(Stored data)
export * from './working-calendar';
export * from './capacity';
export * from './working-hours';
export { scheduleBatch } from './schedule-batch';
export type { BatchStage, ScheduleBatchInput, ScheduledStage, BatchSchedule } from './schedule-batch';
export { profileLoad } from './load-profile';
export type { LoadUnit, LoadDay, LoadProfile } from './load-profile';
export * from './studio-calendar';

Exercise goal:
Of all the entries above, retype exactly the lines from the line with "export * from './working-hours';" to the line with "LoadUnit, LoadDay, LoadProfile", both included, and no others.

Output for this task:
export * from './working-hours';
export { scheduleBatch } from './schedule-batch';
export type { BatchStage, ScheduleBatchInput, ScheduledStage, BatchSchedule } from './schedule-batch';
export { profileLoad } from './load-profile';
export type { LoadUnit, LoadDay, LoadProfile } from './load-profile';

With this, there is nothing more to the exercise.